Moments after Burns concluded his speech, undergraduate speaker Ianna Gilbert ’24 stepped to the podium to offer her own words of encouragement to her fellow graduates — and to remind them of the power each of them has to change the world through their own actions.
“We ought to illuminate the path for others with our unique strengths, skills, and various passions,” she urged her classmates. “As we leave this campus and head into the world, it's important that we recognize the impact we can have. As we continue to be resilient and embrace change, remember, these are unprecedented times. Yes, growth requires us to ride the wave of change, but guess what: This is our time to shine.”
Gilbert went on to recognize the leadership, wisdom, and curiosity of her classmates, as well as their willingness to advocate for themselves and others around them.
“As we turn the next page in our book, we can be delighted knowing that we have the opportunity to make a difference in the world,” she said. “This institution has crafted critical thinkers, problem solvers, and natural leaders: All things that will be needed in the world ahead of us.”
“This is only the beginning of the accomplishments you will make in the years ahead”
Several hours after joyful graduates and their families emerged from the morning exercises, Gosman filled up again with family members, friends, and the degree recipients of Brandeis’ graduate schools.
In her Commencement address, Simmons urged graduates to pursue their work with hope — even in the face of worldwide conflict and political division.
She recalled receiving her diploma at a time similarly rife with uncertainty and volatility. Drawing parallels to Vietnam War protests, the civil rights movement, and the significant societal upheaval she experienced as she came of age, Simmons called on graduates to pursue Brandeis’ values of justice, equality, and free expression throughout their lives.
“We continue to struggle with what it means to share a country with individuals and groups vastly different from who we are, from what we want, from how we believe, and from how we see the world,” Simmons said. “Yet, if we are to thrive as a nation, we must come to value the role of difference in exploiting the rich reservoir of knowledge and perspectives available to us. We can best achieve that with a conscious and robust process of opening our minds and hearts to others.”
“I see possibilities in the way Brandeis inspires all of you,” Simmons added. “Each of us is called on to defend the principles that undergird our freedoms. That is, in every feature of our work and our lives, we must uphold a commitment to fairness, inclusion, and justice. Anything less is to accept the worst of all possible worlds.”
In his graduate student address, Peter Thabet, BIBS MBA’24, a native of Cairo, Egypt, offered his classmates advice derived from his studies at Brandeis International Business School.

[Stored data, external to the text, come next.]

// Time from navigation to the first drawn 3D surface on /compare, in headless Debian Chromium.
//
//   npx tsx scripts/bench-surface.ts [base URL] [--runs N] [--samples 1,2] [--property oil_fvf] [--side-by-side]
//
// Default base URL http://127.0.0.1:3000 (a running `npm start`, production build, demo seed). Each run uses a
// fresh browser context (empty cache, as on a first visit), signs in as the demo engineer, then navigates to
// /compare?samples=…&property=… and records, inside the page (performance.now(), so the page's busy main thread
// does not delay the reading): the plot chunk's arrival, the 3D canvas in the DOM, and the surface drawn
// (Plotly's first plot done plus two animation frames). It measures; it never fails on a slow result.
import { chromium } from "@playwright/test";
import { CHROMIUM_ARGS, CHROMIUM_PATH } from "../tests/support/chromium";

const args = process.argv.slice(2);
const option = (name: string) => {
  const i = args.indexOf(name);
  return i >= 0 ? args[i + 1] : undefined;
};
const VALUED = ["--runs", "--samples", "--property"];
const positional = args.filter(
  (a, i) => !a.startsWith("--") && !(i > 0 && VALUED.includes(args[i - 1]!)),
);
const baseUrl = (positional[0] ?? "http://127.0.0.1:3000").replace(/\/$/, "");
const runs = Number(option("--runs") ?? 3);
const samples = option("--samples") ?? "1,2";
const property = option("--property") ?? "oil_fvf";
const sideBySide = args.includes("--side-by-side");
const email = process.env.BENCH_EMAIL ?? "engineer@calder.example";
const password = process.env.BENCH_PASSWORD ?? "isopleth-demo-2026";

type Marks = {
  chunk: number | null;
  chunkStart: number | null;
  plotly: number | null;
  canvas: number | null;
  drawn: number | null;
  html: number | null;
};

declare global {
  interface Window {
    __benchMarks?: { canvas: number | null; drawn: number | null };
  }
}

/**
 * Runs in the page before its scripts: watches for the surface's canvas and its "drawn" state. A string, not a
 * function: tsx would add its own helpers to a function's body, which do not exist inside the page.
 */
const WATCH_SURFACE = `(() => {
  const marks = { canvas: null, drawn: null };
  window.__benchMarks = marks;
  const check = () => {
    const box = document.querySelector('[data-testid="property-surface"]');
    if (!box) return;
    if (marks.canvas === null && box.querySelector("canvas")) marks.canvas = performance.now();
    if (marks.drawn === null && box.getAttribute("data-state") === "drawn" && box.querySelector("canvas")) {
      marks.drawn = -1;
      requestAnimationFrame(() => requestAnimationFrame(() => (marks.drawn = performance.now())));
    }
  };
  new MutationObserver(check).observe(document, { subtree: true, childList: true, attributes: true, attributeFilter: ["data-state"] });
})();`;

/** Reads the marks inside the page (a string for the same reason as WATCH_SURFACE). */
const READ_MARKS = `(() => {
  const chunk = performance.getEntriesByType("resource").find((e) => /plots\\.client/.test(e.name));
  const nav = performance.getEntriesByType("navigation")[0];
  const mark = (name) => { const m = performance.getEntriesByName(name)[0]; return m ? m.startTime : null; };
  return {
    chunk: chunk ? chunk.responseEnd : null,
    chunkStart: chunk ? chunk.startTime : null,
    html: nav ? nav.responseEnd : null,
    plotly: mark("isopleth:plotly-ready"),
    canvas: window.__benchMarks.canvas,
    drawn: window.__benchMarks.drawn,
  };
})()`;

async function oneRun(run: number): Promise<Marks> {
  const browser = await chromium.launch({
    executablePath: CHROMIUM_PATH,
    headless: true,
    args: CHROMIUM_ARGS,
  });
  try {
    const context = await browser.newContext({
      viewport: { width: 1280, height: 900 },
    });
    const page = await context.newPage();
    await page.goto(`${baseUrl}/sign-in`);
    await page.getByLabel("E-mail address").fill(email);
    await page.getByLabel("Password").fill(password);
    await page.getByRole("button", { name: "Sign in" }).click();
    await page.waitForURL((url) => !url.pathname.startsWith("/sign-in"), {
      timeout: 30_000,
    });
    // a new page in the same context: the cookie is kept, the memory cache of the sign-in page is not reused
    await page.close();
    const bench = await context.newPage();
    await bench.addInitScript({ content: WATCH_SURFACE });
    const url = `${baseUrl}/compare?samples=${samples}&property=${property}${sideBySide ? "&view=side-by-side" : ""}`;
    await bench.goto(url, { waitUntil: "commit", timeout: 60_000 });
    await bench.waitForFunction(
      () =>
        typeof window.__benchMarks?.drawn === "number" &&
        window.__benchMarks.drawn > 0,
      undefined,
      {
        timeout: 120_000,
        polling: 250,
      },
    );
    const marks = (await bench.evaluate(READ_MARKS)) as Marks;
    await context.close();
    const s = (v: number | null) =>
      v === null ? "—" : `${(v / 1000).toFixed(2)} s`;
    console.log(
      `run ${run}: HTML ${s(marks.html)}, plot chunk requested ${s(marks.chunkStart)} and received ${s(marks.chunk)}, Plotly evaluated ${s(marks.plotly)}, 3D canvas in the page ${s(marks.canvas)}, surface drawn ${s(marks.drawn)}`,
    );
    return marks;
  } finally {
    await browser.close();
  }
}

async function main() {
  console.log(
    `Time to the first drawn 3D surface: ${baseUrl}/compare?samples=${samples}&property=${property}, ${runs} runs, fresh browser context each`,
  );
  const drawn: number[] = [];
  for (let run = 1; run <= runs; run++) {
    try {
      const marks = await oneRun(run);
      if (marks.drawn !== null) drawn.push(marks.drawn / 1000);
    } catch (error) {
      console.log(
        `run ${run}: no surface measured (${error instanceof Error ? error.message.split("\n")[0] : String(error)})`,
      );
    }
  }
  if (drawn.length > 0) {
    const sorted = [...drawn].sort((a, b) => a - b);
    const median = sorted[Math.floor(sorted.length / 2)]!;
    console.log(
      `surface drawn after: ${drawn.map((d) => d.toFixed(2)).join(", ")} s (median ${median.toFixed(2)} s, best ${sorted[0]!.toFixed(2)} s, worst ${sorted.at(-1)!.toFixed(2)} s)`,
    );
  }
}

void main();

In his speech, “Three Business School Lessons Not About Money,” Thabet encouraged healthy risk-taking, embracing collaboration, and using one’s gifts for the betterment of the world.
“I invite all my fellow graduates and honorary degree recipients to recognize this investment that has been made in us, an investment we crown today with our beautiful caps and gowns,” Thabet said. “Let us all commit to turning this investment into tangible developments wherever we go, in our professional endeavors, in our relationship with friends and family, and in our contribution to the planet.”
Brandeis conferred 163 master’s degrees and 59 PhDs in the Graduate School of Arts and Sciences; 189 master’s degrees and 11 PhDs in the Heller School for Social Policy and Management; 189 master’s degrees and five PhDs in the Brandeis International Business School; and 101 master’s degrees in the Rabb School of Continuing Studies.